Supplied data section start

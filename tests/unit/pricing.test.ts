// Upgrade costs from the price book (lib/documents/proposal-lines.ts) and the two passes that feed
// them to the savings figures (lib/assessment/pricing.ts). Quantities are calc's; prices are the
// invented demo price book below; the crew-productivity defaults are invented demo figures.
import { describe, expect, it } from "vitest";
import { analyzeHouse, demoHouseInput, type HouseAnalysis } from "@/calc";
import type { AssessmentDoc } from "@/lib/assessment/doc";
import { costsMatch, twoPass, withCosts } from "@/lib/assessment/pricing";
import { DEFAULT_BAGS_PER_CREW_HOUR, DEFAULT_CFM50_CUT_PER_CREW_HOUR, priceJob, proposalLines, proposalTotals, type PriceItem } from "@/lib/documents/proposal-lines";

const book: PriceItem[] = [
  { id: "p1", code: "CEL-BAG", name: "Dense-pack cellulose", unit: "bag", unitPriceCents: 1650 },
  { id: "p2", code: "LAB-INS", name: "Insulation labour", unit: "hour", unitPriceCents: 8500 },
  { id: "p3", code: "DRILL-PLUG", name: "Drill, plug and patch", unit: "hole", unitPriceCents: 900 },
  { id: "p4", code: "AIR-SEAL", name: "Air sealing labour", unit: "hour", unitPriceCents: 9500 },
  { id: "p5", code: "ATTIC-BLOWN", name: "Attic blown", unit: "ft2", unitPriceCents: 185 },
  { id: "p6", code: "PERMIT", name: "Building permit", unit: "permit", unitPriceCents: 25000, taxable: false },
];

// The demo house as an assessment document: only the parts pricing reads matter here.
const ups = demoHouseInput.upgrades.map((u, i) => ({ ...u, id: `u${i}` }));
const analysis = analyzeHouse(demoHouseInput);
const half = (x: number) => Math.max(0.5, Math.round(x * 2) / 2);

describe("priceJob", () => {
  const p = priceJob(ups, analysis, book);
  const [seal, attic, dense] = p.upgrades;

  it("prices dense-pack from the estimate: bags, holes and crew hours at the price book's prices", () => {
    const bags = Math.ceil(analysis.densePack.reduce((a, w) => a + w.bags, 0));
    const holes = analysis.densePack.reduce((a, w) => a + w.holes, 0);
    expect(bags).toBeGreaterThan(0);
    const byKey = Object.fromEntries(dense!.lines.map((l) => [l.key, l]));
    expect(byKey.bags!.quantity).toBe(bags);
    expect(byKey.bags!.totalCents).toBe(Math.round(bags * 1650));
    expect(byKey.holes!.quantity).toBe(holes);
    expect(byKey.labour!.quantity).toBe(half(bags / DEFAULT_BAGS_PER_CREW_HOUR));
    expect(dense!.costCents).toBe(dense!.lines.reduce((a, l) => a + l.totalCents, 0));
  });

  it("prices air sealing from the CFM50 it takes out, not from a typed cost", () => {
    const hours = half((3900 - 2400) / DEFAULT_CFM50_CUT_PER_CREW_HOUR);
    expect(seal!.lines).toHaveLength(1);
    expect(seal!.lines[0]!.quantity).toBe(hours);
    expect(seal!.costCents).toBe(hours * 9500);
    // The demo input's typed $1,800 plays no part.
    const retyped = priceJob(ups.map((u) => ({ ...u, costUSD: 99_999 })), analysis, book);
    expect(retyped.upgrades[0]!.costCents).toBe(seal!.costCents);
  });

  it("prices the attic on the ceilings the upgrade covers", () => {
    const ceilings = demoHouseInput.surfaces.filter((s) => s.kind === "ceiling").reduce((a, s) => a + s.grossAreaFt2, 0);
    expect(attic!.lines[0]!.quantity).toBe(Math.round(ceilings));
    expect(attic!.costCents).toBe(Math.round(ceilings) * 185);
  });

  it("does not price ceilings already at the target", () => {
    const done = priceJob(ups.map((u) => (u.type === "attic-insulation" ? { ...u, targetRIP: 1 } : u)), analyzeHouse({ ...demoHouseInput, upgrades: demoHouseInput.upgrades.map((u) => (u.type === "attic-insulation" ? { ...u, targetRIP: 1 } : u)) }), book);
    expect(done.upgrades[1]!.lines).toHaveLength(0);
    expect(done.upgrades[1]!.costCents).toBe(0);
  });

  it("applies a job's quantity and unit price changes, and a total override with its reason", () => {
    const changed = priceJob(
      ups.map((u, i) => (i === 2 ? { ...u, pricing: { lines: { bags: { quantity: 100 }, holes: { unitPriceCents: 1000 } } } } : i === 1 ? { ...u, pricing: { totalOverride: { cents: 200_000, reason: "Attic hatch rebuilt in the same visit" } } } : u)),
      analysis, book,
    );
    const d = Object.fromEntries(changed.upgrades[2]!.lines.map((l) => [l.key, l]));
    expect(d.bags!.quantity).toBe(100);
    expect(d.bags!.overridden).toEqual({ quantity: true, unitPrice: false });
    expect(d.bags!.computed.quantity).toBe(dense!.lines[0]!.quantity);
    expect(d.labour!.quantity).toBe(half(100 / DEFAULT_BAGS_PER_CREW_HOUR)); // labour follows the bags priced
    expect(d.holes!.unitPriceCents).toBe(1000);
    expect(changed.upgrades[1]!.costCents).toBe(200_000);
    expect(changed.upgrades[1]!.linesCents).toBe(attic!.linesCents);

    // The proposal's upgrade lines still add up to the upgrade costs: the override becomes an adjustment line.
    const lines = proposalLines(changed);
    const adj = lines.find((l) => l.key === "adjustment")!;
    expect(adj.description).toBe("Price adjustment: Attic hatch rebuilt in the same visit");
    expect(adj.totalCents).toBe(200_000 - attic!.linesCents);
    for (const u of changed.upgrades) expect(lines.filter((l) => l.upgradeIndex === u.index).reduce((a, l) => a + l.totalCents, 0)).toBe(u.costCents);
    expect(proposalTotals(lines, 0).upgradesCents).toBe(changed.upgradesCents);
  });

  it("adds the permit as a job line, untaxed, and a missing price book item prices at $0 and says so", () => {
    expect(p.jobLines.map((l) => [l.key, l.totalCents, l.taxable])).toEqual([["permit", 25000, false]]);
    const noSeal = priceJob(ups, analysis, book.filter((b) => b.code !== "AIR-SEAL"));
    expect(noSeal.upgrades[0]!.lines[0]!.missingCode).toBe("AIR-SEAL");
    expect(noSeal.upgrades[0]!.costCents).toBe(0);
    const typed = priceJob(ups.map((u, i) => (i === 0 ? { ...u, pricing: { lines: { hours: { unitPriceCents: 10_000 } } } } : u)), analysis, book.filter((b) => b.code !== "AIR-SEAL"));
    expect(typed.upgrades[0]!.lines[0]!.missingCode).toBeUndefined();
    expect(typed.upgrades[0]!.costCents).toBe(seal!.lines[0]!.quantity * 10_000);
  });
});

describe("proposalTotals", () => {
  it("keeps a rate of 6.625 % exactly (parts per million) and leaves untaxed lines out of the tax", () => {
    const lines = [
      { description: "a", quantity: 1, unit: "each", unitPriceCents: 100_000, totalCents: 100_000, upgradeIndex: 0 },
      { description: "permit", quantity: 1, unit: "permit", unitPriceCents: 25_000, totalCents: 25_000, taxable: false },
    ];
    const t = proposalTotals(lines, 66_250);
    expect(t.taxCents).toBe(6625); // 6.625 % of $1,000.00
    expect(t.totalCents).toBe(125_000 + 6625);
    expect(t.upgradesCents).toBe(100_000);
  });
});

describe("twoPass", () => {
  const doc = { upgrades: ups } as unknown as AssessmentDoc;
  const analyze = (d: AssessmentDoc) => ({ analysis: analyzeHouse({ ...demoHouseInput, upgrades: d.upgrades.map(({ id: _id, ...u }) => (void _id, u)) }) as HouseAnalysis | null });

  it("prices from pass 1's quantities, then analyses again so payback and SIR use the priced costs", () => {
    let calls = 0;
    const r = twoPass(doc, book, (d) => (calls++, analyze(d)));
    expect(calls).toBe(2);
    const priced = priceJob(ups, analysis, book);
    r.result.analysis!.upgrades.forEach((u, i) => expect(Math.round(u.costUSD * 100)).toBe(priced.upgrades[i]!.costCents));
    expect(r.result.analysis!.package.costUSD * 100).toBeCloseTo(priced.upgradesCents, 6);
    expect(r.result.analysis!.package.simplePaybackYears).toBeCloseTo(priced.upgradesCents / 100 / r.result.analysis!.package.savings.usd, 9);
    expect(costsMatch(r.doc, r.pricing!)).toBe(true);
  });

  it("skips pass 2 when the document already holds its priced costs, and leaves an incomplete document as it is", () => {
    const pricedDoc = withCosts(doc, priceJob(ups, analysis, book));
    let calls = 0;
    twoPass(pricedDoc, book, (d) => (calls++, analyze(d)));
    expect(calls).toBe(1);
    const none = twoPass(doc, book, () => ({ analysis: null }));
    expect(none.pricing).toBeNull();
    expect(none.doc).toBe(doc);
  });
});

Supplied data section end
Supplied data section start

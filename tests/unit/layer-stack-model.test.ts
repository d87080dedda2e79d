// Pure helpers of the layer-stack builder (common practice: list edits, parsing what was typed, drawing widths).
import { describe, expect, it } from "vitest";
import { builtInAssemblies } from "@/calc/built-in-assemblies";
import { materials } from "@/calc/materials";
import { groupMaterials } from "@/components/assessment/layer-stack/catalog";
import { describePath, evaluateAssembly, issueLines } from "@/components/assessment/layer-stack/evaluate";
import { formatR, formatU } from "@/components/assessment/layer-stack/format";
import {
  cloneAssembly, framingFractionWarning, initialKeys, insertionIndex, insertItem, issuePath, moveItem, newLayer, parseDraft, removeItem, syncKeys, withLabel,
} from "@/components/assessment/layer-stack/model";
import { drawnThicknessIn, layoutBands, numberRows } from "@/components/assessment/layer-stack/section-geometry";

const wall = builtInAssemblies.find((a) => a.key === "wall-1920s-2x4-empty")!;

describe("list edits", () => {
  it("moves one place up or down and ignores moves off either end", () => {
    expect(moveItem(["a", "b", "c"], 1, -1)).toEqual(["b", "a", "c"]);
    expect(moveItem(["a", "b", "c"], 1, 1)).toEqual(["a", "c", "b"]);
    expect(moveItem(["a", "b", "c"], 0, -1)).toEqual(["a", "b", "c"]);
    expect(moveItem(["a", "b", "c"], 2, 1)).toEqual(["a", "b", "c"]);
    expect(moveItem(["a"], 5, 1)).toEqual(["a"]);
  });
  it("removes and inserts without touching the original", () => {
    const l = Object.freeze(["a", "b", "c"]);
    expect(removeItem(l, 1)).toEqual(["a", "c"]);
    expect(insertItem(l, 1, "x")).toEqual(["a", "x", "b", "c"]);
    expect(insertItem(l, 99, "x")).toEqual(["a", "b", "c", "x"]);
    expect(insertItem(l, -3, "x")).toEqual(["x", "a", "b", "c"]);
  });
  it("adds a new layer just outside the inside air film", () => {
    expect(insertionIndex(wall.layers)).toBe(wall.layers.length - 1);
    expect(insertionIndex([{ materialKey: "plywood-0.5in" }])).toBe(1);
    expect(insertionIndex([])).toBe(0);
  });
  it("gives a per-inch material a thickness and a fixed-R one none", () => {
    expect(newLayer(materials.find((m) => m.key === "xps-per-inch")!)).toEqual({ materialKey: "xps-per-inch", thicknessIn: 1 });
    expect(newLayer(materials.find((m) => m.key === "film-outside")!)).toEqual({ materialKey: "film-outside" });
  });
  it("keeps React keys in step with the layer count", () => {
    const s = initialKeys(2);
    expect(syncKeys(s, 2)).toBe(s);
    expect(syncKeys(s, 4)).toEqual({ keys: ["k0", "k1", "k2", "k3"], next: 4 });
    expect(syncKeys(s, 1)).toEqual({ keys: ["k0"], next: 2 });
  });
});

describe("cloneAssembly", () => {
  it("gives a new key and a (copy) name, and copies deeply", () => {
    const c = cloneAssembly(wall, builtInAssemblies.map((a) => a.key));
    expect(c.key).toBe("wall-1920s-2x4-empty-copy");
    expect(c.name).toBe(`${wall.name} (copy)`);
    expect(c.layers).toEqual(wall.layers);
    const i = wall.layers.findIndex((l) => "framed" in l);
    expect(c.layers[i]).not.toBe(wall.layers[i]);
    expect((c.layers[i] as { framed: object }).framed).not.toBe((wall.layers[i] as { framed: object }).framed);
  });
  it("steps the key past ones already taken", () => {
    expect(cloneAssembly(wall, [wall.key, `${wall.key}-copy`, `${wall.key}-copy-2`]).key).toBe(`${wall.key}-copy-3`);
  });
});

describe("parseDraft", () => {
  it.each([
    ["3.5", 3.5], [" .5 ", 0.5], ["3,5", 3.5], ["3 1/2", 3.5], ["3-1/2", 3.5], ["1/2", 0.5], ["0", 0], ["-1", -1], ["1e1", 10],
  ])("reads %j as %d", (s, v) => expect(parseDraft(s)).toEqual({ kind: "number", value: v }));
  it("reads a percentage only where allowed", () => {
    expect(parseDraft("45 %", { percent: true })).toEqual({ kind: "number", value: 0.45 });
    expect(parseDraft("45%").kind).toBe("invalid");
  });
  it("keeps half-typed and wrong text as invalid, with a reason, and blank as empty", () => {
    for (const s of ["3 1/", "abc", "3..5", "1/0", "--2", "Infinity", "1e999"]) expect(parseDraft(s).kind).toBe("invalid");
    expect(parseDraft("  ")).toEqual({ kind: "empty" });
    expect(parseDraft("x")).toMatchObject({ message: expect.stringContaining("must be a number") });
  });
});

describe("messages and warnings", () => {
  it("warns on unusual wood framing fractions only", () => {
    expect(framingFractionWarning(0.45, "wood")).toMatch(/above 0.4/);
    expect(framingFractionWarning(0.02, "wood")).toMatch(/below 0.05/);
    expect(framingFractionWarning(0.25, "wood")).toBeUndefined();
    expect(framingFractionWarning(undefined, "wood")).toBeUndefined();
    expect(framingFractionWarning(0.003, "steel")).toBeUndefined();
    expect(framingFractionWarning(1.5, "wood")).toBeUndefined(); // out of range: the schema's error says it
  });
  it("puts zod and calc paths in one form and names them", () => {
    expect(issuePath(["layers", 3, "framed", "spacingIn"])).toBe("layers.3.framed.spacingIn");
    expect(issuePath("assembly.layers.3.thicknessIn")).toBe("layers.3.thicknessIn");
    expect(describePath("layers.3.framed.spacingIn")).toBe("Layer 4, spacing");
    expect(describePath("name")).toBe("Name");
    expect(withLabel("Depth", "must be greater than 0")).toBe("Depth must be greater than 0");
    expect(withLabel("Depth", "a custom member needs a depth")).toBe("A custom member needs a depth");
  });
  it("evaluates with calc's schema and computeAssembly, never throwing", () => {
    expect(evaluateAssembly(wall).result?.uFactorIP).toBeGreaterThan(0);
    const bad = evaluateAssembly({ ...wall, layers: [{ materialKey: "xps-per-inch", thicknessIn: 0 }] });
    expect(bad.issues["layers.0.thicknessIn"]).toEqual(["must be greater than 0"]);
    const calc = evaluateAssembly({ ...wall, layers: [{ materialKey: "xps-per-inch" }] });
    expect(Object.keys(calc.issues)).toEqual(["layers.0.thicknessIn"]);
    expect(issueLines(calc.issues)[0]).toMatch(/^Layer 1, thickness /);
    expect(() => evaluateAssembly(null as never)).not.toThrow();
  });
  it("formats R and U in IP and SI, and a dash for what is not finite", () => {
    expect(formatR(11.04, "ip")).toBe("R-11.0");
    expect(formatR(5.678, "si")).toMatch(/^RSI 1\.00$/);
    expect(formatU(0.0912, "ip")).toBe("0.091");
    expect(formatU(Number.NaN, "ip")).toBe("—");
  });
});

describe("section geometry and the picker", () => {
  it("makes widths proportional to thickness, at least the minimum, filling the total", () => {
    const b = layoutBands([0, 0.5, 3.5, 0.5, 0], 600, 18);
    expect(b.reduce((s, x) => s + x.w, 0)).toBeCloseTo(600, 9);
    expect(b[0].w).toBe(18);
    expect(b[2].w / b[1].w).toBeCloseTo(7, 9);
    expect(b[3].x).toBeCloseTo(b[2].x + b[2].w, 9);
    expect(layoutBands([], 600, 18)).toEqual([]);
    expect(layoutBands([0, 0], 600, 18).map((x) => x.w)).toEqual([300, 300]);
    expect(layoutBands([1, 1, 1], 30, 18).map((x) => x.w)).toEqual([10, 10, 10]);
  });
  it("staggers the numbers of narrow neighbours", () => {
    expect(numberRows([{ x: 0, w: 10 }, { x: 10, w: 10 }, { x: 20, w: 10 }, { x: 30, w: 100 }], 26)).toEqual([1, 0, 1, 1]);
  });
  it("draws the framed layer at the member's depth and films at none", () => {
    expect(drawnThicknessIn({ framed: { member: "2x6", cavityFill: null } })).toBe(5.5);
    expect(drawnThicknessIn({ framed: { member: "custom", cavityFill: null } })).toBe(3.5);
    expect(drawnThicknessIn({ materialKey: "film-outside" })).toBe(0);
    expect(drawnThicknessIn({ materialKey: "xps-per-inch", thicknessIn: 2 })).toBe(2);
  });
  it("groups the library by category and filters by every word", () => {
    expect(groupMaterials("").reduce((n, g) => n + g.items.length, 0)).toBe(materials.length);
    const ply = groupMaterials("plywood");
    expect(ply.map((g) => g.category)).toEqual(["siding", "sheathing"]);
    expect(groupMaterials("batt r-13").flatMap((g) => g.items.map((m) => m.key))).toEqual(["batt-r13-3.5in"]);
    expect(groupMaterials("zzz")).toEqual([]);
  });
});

Supplied data section end

◆ **What is needed**:
Only those lines of the entries above that run from the line containing "the permit as" to the line containing "const analyze = (d: AssessmentDoc)", both included, should be transcribed exactly.

◆ **Exercise solution**:
  it("adds the permit as a job line, untaxed, and a missing price book item prices at $0 and says so", () => {
    expect(p.jobLines.map((l) => [l.key, l.totalCents, l.taxable])).toEqual([["permit", 25000, false]]);
    const noSeal = priceJob(ups, analysis, book.filter((b) => b.code !== "AIR-SEAL"));
    expect(noSeal.upgrades[0]!.lines[0]!.missingCode).toBe("AIR-SEAL");
    expect(noSeal.upgrades[0]!.costCents).toBe(0);
    const typed = priceJob(ups.map((u, i) => (i === 0 ? { ...u, pricing: { lines: { hours: { unitPriceCents: 10_000 } } } } : u)), analysis, book.filter((b) => b.code !== "AIR-SEAL"));
    expect(typed.upgrades[0]!.lines[0]!.missingCode).toBeUndefined();
    expect(typed.upgrades[0]!.costCents).toBe(seal!.lines[0]!.quantity * 10_000);
  });
});

describe("proposalTotals", () => {
  it("keeps a rate of 6.625 % exactly (parts per million) and leaves untaxed lines out of the tax", () => {
    const lines = [
      { description: "a", quantity: 1, unit: "each", unitPriceCents: 100_000, totalCents: 100_000, upgradeIndex: 0 },
      { description: "permit", quantity: 1, unit: "permit", unitPriceCents: 25_000, totalCents: 25_000, taxable: false },
    ];
    const t = proposalTotals(lines, 66_250);
    expect(t.taxCents).toBe(6625); // 6.625 % of $1,000.00
    expect(t.totalCents).toBe(125_000 + 6625);
    expect(t.upgradesCents).toBe(100_000);
  });
});

describe("twoPass", () => {
  const doc = { upgrades: ups } as unknown as AssessmentDoc;
  const analyze = (d: AssessmentDoc) => ({ analysis: analyzeHouse({ ...demoHouseInput, upgrades: d.upgrades.map(({ id: _id, ...u }) => (void _id, u)) }) as HouseAnalysis | null });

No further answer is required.